RECORDS:
####################
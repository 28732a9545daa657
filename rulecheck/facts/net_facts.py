"""Facts of nets and of the stage as a whole."""

from collections.abc import Iterable, Mapping

from rulecheck.facts.facts import Subject, Value
from rulecheck.facts.inputs import Inputs
from rulecheck.facts.islands import Island, find_islands
from rulecheck.facts.terms import SubjectTerm, count, link, number, text, texts, yes_no
from rulecheck.parts import Kind
from rulecheck.values import Dimension, Span, Unknown, natural_key

NET = SubjectTerm(
    "net",
    "A net as the netlist names it.",
    (
        count("pins", "How many pins are on it, a port of the sheet counting as one."),
        yes_no("ground", "It is the ground, or looks like one."),
        yes_no("no-connect", "Its name says that it is left open on purpose."),
        yes_no("power", "A switch or branch of the power stage is on it."),
        yes_no("gate", "The gate or base of a device is on it."),
        yes_no("at-connector", "A connector, controller or sensor is on it."),
        text("merged-into", "The net that stands for it after wires are merged."),
        yes_no("island-head", "It stands for an island of nets that parts join."),
        yes_no("island-grounded", "Its island has a ground, or a core or isolator in it."),
        count("island-nets", "How many nets its island has."),
    ),
    (link("parts", "part", "The parts with a pin on it."),),
)

STAGE = SubjectTerm(
    "stage",
    "The power stage as a whole.",
    (
        text("sheet", "The stage sheet's file; empty where there is none."),
        yes_no("has-ground", "Some net is the ground."),
        texts("grounds", "The grounds, by name."),
        number("frequency", Dimension.FREQUENCY, "The switching frequency stated for all legs."),
        number("dead-time", Dimension.TIME, "The dead time stated for all legs."),
        number("efficiency", Dimension.NUMBER, "The efficiency of the power balance."),
        yes_no("pin-order-suspect", "All its transistors, or all its diodes, seem to be turned."),
        count("suspect-devices", "How many devices that concerns."),
        texts("suspect-models", "Models of those devices."),
    ),
    (
        link("parts", "part", "All parts."),
        link("nets", "net", "All nets."),
        link("positions", "position", "All positions."),
        link("legs", "leg", "All legs."),
        link("bridges", "bridge", "All bridges."),
        link("groups", "group", "All groups."),
        link("ports", "port", "All ports."),
        link("free-paths", "free-path", "All free paths."),
    ),
)

_NO_CONNECT = ("unconnected-", "nc", "n/c", "no_connect", "noconnect", "nc_", "nc-")
_OUTSIDE = frozenset(
    {Kind.CONNECTOR, Kind.CONTROLLER, Kind.SENSOR, Kind.DRIVER, Kind.ISOLATOR, Kind.OTHER}
    | {Kind.UNKNOWN}
)


def collect(inputs: Inputs) -> tuple[Subject, ...]:
    """Every net of the circuit, in natural order."""
    pins: dict[str, list[str]] = {}
    for part in inputs.stage.parts.parts:
        for pin in part.pins:
            pins.setdefault(pin.net, []).append(part.name)
    ports = _port_nets(inputs)
    for net in ports:
        pins.setdefault(net, [])
    islands = find_islands(inputs)
    return tuple(
        _net(inputs, net, pins[net], ports, islands) for net in sorted(pins, key=natural_key)
    )


def _port_nets(inputs: Inputs) -> dict[str, int]:
    """Ports by net as written; a merged net is counted on all that merge into it."""
    stage = inputs.stage
    counts: dict[str, int] = {}
    at_ports = {net: len(names) for net, names in inputs.ports_at_net.items()}
    for net in (*stage.merged, *at_ports):
        if stage.merged.get(net, net) in at_ports:
            counts[net] = at_ports[stage.merged.get(net, net)]
    return counts


def _net(
    inputs: Inputs,
    net: str,
    at: Iterable[str],
    ports: Mapping[str, int],
    islands: Mapping[str, Island],
) -> Subject:
    parts = tuple(dict.fromkeys(at))
    kinds = {inputs.part_by_name[name].kind for name in parts}
    island = islands[net]
    power = [p for p in parts if p in inputs.positions_of_part or p in inputs.branch_parts]
    values: dict[str, Value] = {
        "pins": float(len(list(at)) + ports.get(net, 0)),
        "ground": net in inputs.grounds,
        "no-connect": _no_connect(net),
        "power": bool(power),
        "gate": inputs.merged(net) in inputs.devices_at_gate,
        "at-connector": bool(kinds & _OUTSIDE),
        "merged-into": inputs.merged(net),
        "island-head": island.head == net,
        "island-grounded": island.grounded,
        "island-nets": float(island.size),
    }
    span, related = inputs.span_of_parts(parts), inputs.related_spans(parts)
    return Subject("net", net, values, {"parts": parts}, parts, (net,), span, related)


def _no_connect(net: str) -> bool:
    name = net.casefold().rsplit("/", 1)[-1]
    return name.startswith(("unconnected-", "nc_", "nc-", "no_connect")) or name in _NO_CONNECT


def collect_stage(inputs: Inputs) -> tuple[Subject, ...]:
    """The one subject that stands for all of it; its links are filled in from all others."""
    stage = inputs.stage
    switching = stage.switching
    grounds = inputs.grounds
    values: dict[str, Value] = {
        "sheet": stage.sheet,
        "has-ground": bool(grounds),
        "grounds": tuple(sorted(grounds, key=natural_key)),
        "frequency": switching.frequency
        or Unknown("switching frequency", "switching: {frequency: ...}"),
        "dead-time": switching.dead_time
        if switching.dead_time is not None
        else Unknown("dead time", "switching: {dead-time: ...}"),
        "efficiency": stage.efficiency,
    }
    return (Subject("stage", "stage", values, {}, (), (), Span(stage.netlist, 1)),)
####################
TASK STATEMENT:
Every entry above must be reproduced exactly.

RESULT:
repository 28732a9545daa657
filename rulecheck/facts/net_facts.py
"""Facts of nets and of the stage as a whole."""

from collections.abc import Iterable, Mapping

from rulecheck.facts.facts import Subject, Value
from rulecheck.facts.inputs import Inputs
from rulecheck.facts.islands import Island, find_islands
from rulecheck.facts.terms import SubjectTerm, count, link, number, text, texts, yes_no
from rulecheck.parts import Kind
from rulecheck.values import Dimension, Span, Unknown, natural_key

NET = SubjectTerm(
    "net",
    "A net as the netlist names it.",
    (
        count("pins", "How many pins are on it, a port of the sheet counting as one."),
        yes_no("ground", "It is the ground, or looks like one."),
        yes_no("no-connect", "Its name says that it is left open on purpose."),
        yes_no("power", "A switch or branch of the power stage is on it."),
        yes_no("gate", "The gate or base of a device is on it."),
        yes_no("at-connector", "A connector, controller or sensor is on it."),
        text("merged-into", "The net that stands for it after wires are merged."),
        yes_no("island-head", "It stands for an island of nets that parts join."),
        yes_no("island-grounded", "Its island has a ground, or a core or isolator in it."),
        count("island-nets", "How many nets its island has."),
    ),
    (link("parts", "part", "The parts with a pin on it."),),
)

STAGE = SubjectTerm(
    "stage",
    "The power stage as a whole.",
    (
        text("sheet", "The stage sheet's file; empty where there is none."),
        yes_no("has-ground", "Some net is the ground."),
        texts("grounds", "The grounds, by name."),
        number("frequency", Dimension.FREQUENCY, "The switching frequency stated for all legs."),
        number("dead-time", Dimension.TIME, "The dead time stated for all legs."),
        number("efficiency", Dimension.NUMBER, "The efficiency of the power balance."),
        yes_no("pin-order-suspect", "All its transistors, or all its diodes, seem to be turned."),
        count("suspect-devices", "How many devices that concerns."),
        texts("suspect-models", "Models of those devices."),
    ),
    (
        link("parts", "part", "All parts."),
        link("nets", "net", "All nets."),
        link("positions", "position", "All positions."),
        link("legs", "leg", "All legs."),
        link("bridges", "bridge", "All bridges."),
        link("groups", "group", "All groups."),
        link("ports", "port", "All ports."),
        link("free-paths", "free-path", "All free paths."),
    ),
)

_NO_CONNECT = ("unconnected-", "nc", "n/c", "no_connect", "noconnect", "nc_", "nc-")
_OUTSIDE = frozenset(
    {Kind.CONNECTOR, Kind.CONTROLLER, Kind.SENSOR, Kind.DRIVER, Kind.ISOLATOR, Kind.OTHER}
    | {Kind.UNKNOWN}
)


def collect(inputs: Inputs) -> tuple[Subject, ...]:
    """Every net of the circuit, in natural order."""
    pins: dict[str, list[str]] = {}
    for part in inputs.stage.parts.parts:
        for pin in part.pins:
            pins.setdefault(pin.net, []).append(part.name)
    ports = _port_nets(inputs)
    for net in ports:
        pins.setdefault(net, [])
    islands = find_islands(inputs)
    return tuple(
        _net(inputs, net, pins[net], ports, islands) for net in sorted(pins, key=natural_key)
    )


def _port_nets(inputs: Inputs) -> dict[str, int]:
    """Ports by net as written; a merged net is counted on all that merge into it."""
    stage = inputs.stage
    counts: dict[str, int] = {}
    at_ports = {net: len(names) for net, names in inputs.ports_at_net.items()}
    for net in (*stage.merged, *at_ports):
        if stage.merged.get(net, net) in at_ports:
            counts[net] = at_ports[stage.merged.get(net, net)]
    return counts


def _net(
    inputs: Inputs,
    net: str,
    at: Iterable[str],
    ports: Mapping[str, int],
    islands: Mapping[str, Island],
) -> Subject:
    parts = tuple(dict.fromkeys(at))
    kinds = {inputs.part_by_name[name].kind for name in parts}
    island = islands[net]
    power = [p for p in parts if p in inputs.positions_of_part or p in inputs.branch_parts]
    values: dict[str, Value] = {
        "pins": float(len(list(at)) + ports.get(net, 0)),
        "ground": net in inputs.grounds,
        "no-connect": _no_connect(net),
        "power": bool(power),
        "gate": inputs.merged(net) in inputs.devices_at_gate,
        "at-connector": bool(kinds & _OUTSIDE),
        "merged-into": inputs.merged(net),
        "island-head": island.head == net,
        "island-grounded": island.grounded,
        "island-nets": float(island.size),
    }
    span, related = inputs.span_of_parts(parts), inputs.related_spans(parts)
    return Subject("net", net, values, {"parts": parts}, parts, (net,), span, related)


def _no_connect(net: str) -> bool:
    name = net.casefold().rsplit("/", 1)[-1]
    return name.startswith(("unconnected-", "nc_", "nc-", "no_connect")) or name in _NO_CONNECT


def collect_stage(inputs: Inputs) -> tuple[Subject, ...]:
    """The one subject that stands for all of it; its links are filled in from all others."""
    stage = inputs.stage
    switching = stage.switching
    grounds = inputs.grounds
    values: dict[str, Value] = {
        "sheet": stage.sheet,
        "has-ground": bool(grounds),
        "grounds": tuple(sorted(grounds, key=natural_key)),
        "frequency": switching.frequency
        or Unknown("switching frequency", "switching: {frequency: ...}"),
        "dead-time": switching.dead_time
        if switching.dead_time is not None
        else Unknown("dead time", "switching: {dead-time: ...}"),
        "efficiency": stage.efficiency,
    }
    return (Subject("stage", "stage", values, {}, (), (), Span(stage.netlist, 1)),)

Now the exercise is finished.